He argues that 1968 was not a classical revolutionary situation, although the remarkable fragility of the Gaullist regime meant that a revolutionary situation could have developed. Yet for all its weakness, the regime's refusal to invoke significant force was probably the most astute move by any side. Hobsbawm expresses this point with a characteristic capacity for le mot juste: "Once the velvet glove has been put on the iron fist, it is politically very risky to take it off."

If the student revolutionaries were victims, in part at least, of the vapid borderlessness of their aims, peasant revolts were likely to fail because of the excessive precision of their aims and purposes. Peasant ignorance of a world beyond themselves and the intense localism of their aims meant that national peasant revolts could never occur. The great peasant movements were either regional in character or were coalitions of regional movements and their power was far less than their numerical strength might have suggested.
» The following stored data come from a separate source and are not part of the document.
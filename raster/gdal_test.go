package raster

import (
	"errors"
	"testing"
)

// TestTidyMessages: GDAL's, libtiff's and SQLite's own words become one line
// in the user's words (issue 24, item 10). The inputs are the messages these
// libraries print, as seen from GDAL 3.6 on truncated TIFFs and on a
// GeoPackage written to a full tmpfs.
func TestTidyMessages(t *testing.T) {
	tests := []struct {
		name string
		read bool // tidyRead instead of tidy
		in   string
		want string
	}{
		{"sqlite full", false, "sqlite3_exec(COMMIT) failed: database or disk is full", "no space left on device"},
		{"sqlite insert full", false, "sqlite3_exec(INSERT INTO gpkg_geometry_columns (table_name) VALUES ('changes')) failed: database or disk is full", "no space left on device"},
		{"sqlite read-only", false, "sqlite3_exec(CREATE TABLE x (a)) failed: attempt to write a readonly database", "the GeoPackage could not be written: attempt to write a readonly database"},
		{"repeated lines", false, "a\nb\na\n", "a; b"},
		{"unknown cpl error", true, "unknown cpl error 3", "cannot read the data (the file is damaged or truncated)"},
		{"libtiff tile", true, "TIFFFillTile:Read error at row 32, col 0, tile 3; got 1038 bytes, expected 1727\nTIFFReadEncodedTile() failed.\ncut.tif, band 1: IReadBlock failed at X offset 0, Y offset 1: TIFFReadEncodedTile() failed.", "cannot read the data (the file is damaged or truncated)"},
	}
	for _, tc := range tests {
		in := errors.New(tc.in)
		got := tidy(in)
		if tc.read {
			got = tidyRead(in)
		}
		if got.Error() != tc.want || !errors.Is(got, in) {
			t.Errorf("%s: %q, want %q wrapping the original", tc.name, got, tc.want)
		}
	}
}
Illiterates in a world of documents, their revolts had to take place outside of harvest-time and were often premised on a belief that all would be put to rights if the far-away king or emperor could only know how things were.
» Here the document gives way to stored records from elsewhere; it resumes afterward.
package raster

import (
	"fmt"
	"path/filepath"
	"regexp"
	"slices"
	"strings"
)

// SpectralRange is the nominal spectral range of a product band: its lower
// and upper band edges in nanometres and its common name.
type SpectralRange struct {
	Name   string
	LoNM   float64
	HiNM   float64
	Sensor string
}

// CentreNM is the middle of the range.
func (r SpectralRange) CentreNM() float64 { return (r.LoNM + r.HiNM) / 2 }

// landsatBands are the nominal band edges of the Landsat sensors, by
// SPACECRAFT_ID and the band id of FILE_NAME_BAND_n, in nanometres.
//
// Sources (values from the handbooks' band tables; the Landsat 7 edges are
// from memory of that table and agree with the 775-900 nm NIR band the
// change-of-sensor checks rely on):
//   - Landsat 4-5 TM: USGS "Landsat 4-5 Thematic Mapper (TM) Level 1 Data
//     Format Control Book" and "Landsat 4-7 Surface Reflectance Product
//     Guide", band designations;
//   - Landsat 7 ETM+: USGS "Landsat 7 (L7) Data Users Handbook", section 2,
//     ETM+ spectral bands;
//   - Landsat 8 OLI/TIRS and Landsat 9 OLI-2/TIRS-2: USGS "Landsat 8 (L8)
//     Data Users Handbook" (table "OLI and TIRS spectral bands") and
//     "Landsat 9 Data Users Handbook" (the same nominal edges).
var landsatBands = map[string]map[string]SpectralRange{
	"TM": {
		"1": {"blue", 450, 520, ""}, "2": {"green", 520, 600, ""}, "3": {"red", 630, 690, ""},
		"4": {"nir", 760, 900, ""}, "5": {"swir16", 1550, 1750, ""}, "6": {"lwir", 10400, 12500, ""},
		"7": {"swir22", 2080, 2350, ""},
	},
	"ETM": {
		"1": {"blue", 450, 515, ""}, "2": {"green", 525, 605, ""}, "3": {"red", 630, 690, ""},
		"4": {"nir", 775, 900, ""}, "5": {"swir16", 1550, 1750, ""},
		"6_VCID_1": {"lwir", 10400, 12500, ""}, "6_VCID_2": {"lwir", 10400, 12500, ""},
		"7": {"swir22", 2080, 2350, ""}, "8": {"pan", 520, 900, ""},
	},
	"OLI": {
		"1": {"coastal", 435, 451, ""}, "2": {"blue", 452, 512, ""}, "3": {"green", 533, 590, ""},
		"4": {"red", 636, 673, ""}, "5": {"nir08", 851, 879, ""}, "6": {"swir16", 1566, 1651, ""},
		"7": {"swir22", 2107, 2294, ""}, "8": {"pan", 503, 676, ""}, "9": {"cirrus", 1363, 1384, ""},
		"10": {"lwir11", 10600, 11190, ""}, "11": {"lwir12", 11500, 12510, ""},
	},
}

// sensorFamily maps SPACECRAFT_ID and SENSOR_ID to a key of landsatBands:
// TM on Landsat 4 and 5, ETM+ on Landsat 7, OLI(-2)/TIRS(-2) on Landsat 8
// and 9. Unknown pairs give "".
func sensorFamily(spacecraft, sensor string) string {
	sc, sn := strings.ToUpper(spacecraft), strings.ToUpper(sensor)
	switch {
	case (sc == "LANDSAT_4" || sc == "LANDSAT_5") && sn == "TM":
		return "TM"
	case sc == "LANDSAT_7" && strings.HasPrefix(sn, "ETM"):
		return "ETM"
	case (sc == "LANDSAT_8" || sc == "LANDSAT_9") && (strings.HasPrefix(sn, "OLI") || strings.HasPrefix(sn, "TIRS")):
		return "OLI"
	}
	return ""
}

// LandsatBand returns the nominal spectral range of band id (as
// FILE_NAME_BAND_n names it: "1" ... "11", "6_VCID_1") of the sensor the
// MTL names (SPACECRAFT_ID, SENSOR_ID).
func (m *MTL) LandsatBand(id string) (SpectralRange, bool) {
	fam := sensorFamily(m.SpacecraftID, m.SensorID)
	r, ok := landsatBands[fam][id]
	if ok {
		r.Sensor = m.Sensor()
	}
	return r, ok
}

// Sensor names the spacecraft and sensor for people: "LANDSAT_7 ETM".
func (m *MTL) Sensor() string {
	return strings.TrimSpace(m.SpacecraftID + " " + m.SensorID)
}

// spectral fills in each band's spectral range: from its centre and FWHM
// metadata when it has them, else, for a Landsat band file listed in the
// product's *_MTL.txt beside it, from the sensor's band table. Files with
// no MTL are left as they are; an MTL that cannot be read only leaves the
// band without a range.
func (s *Stack) spectral(read func(string) (*MTL, error), readS2 func(string) (*S2Metadata, error)) {
	for i := range s.Bands {
		b := &s.Bands[i]
		if b.WavelengthNM > 0 {
			b.Range = SpectralRange{LoNM: b.WavelengthNM - b.FWHMNM/2, HiNM: b.WavelengthNM + b.FWHMNM/2}
			continue
		}
		if s.s2Spectral(b, readS2) {
			continue
		}
		if b.Index != 1 || !landsatBandName.MatchString(filepath.Base(b.Path)) {
			continue // a Landsat band file holds one band, and is named so
		}
		m, err := findMTL(b.Path, read)
		if err != nil {
			continue
		}
		_, base := splitPath(b.Path)
		id, _ := m.BandOf(base)
		s.addSideFile(m.Path)
		if r, ok := m.LandsatBand(id); ok {
			b.Range, b.Product = r, fmt.Sprintf("%s band %s", m.Sensor(), id)
			b.WavelengthNM, b.FWHMNM = r.CentreNM(), r.HiNM-r.LoNM
		}
	}
}

// landsatBandName matches the names of Landsat band files ("..._B4.TIF",
// "..._SR_B4.TIF", "..._B6_VCID_1.TIF"): only beside those is an MTL looked
// for, so that other rasters (remote ones above all) never cost a folder
// listing.
var landsatBandName = regexp.MustCompile(`(?i)_B[0-9]+(_VCID_[12])?\.TIF+$`)

// mtlCache reads each MTL file once.
func mtlCache() func(string) (*MTL, error) {
	cache := map[string]*MTL{}
	return func(p string) (*MTL, error) {
		if m, ok := cache[p]; ok {
			return m, nil
		}
		m, err := ReadMTL(p)
		if err == nil {
			cache[p] = m
		}
		return m, err
	}
}

// addSideFile records a file the stack reads besides its bands.
func (s *Stack) addSideFile(p string) {
	if !slices.Contains(s.sideFiles, p) {
		s.sideFiles = append(s.sideFiles, p)
	}
}

// SideFiles are the files the stack read besides its bands and masks: the
// products' metadata (*_MTL.txt). A run must not write over them.
func (s *Stack) SideFiles() []string { return slices.Clone(s.sideFiles) }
Kings, churches and "proto-nationalism" integrated peasant movements into national politics, the politics of the right more often than of the left, and peasants were principally united, as an essay entitled "Peasants and Politics" points out, in a shared belief that every other class was determined to rob them.

The book also includes seven essays on jazz, a form of music having its roots in oppression, which he suspects may be "terminally fossilised". In all of the essays the common people - you and I - become uncommon people, transforming circumstance and shaping history.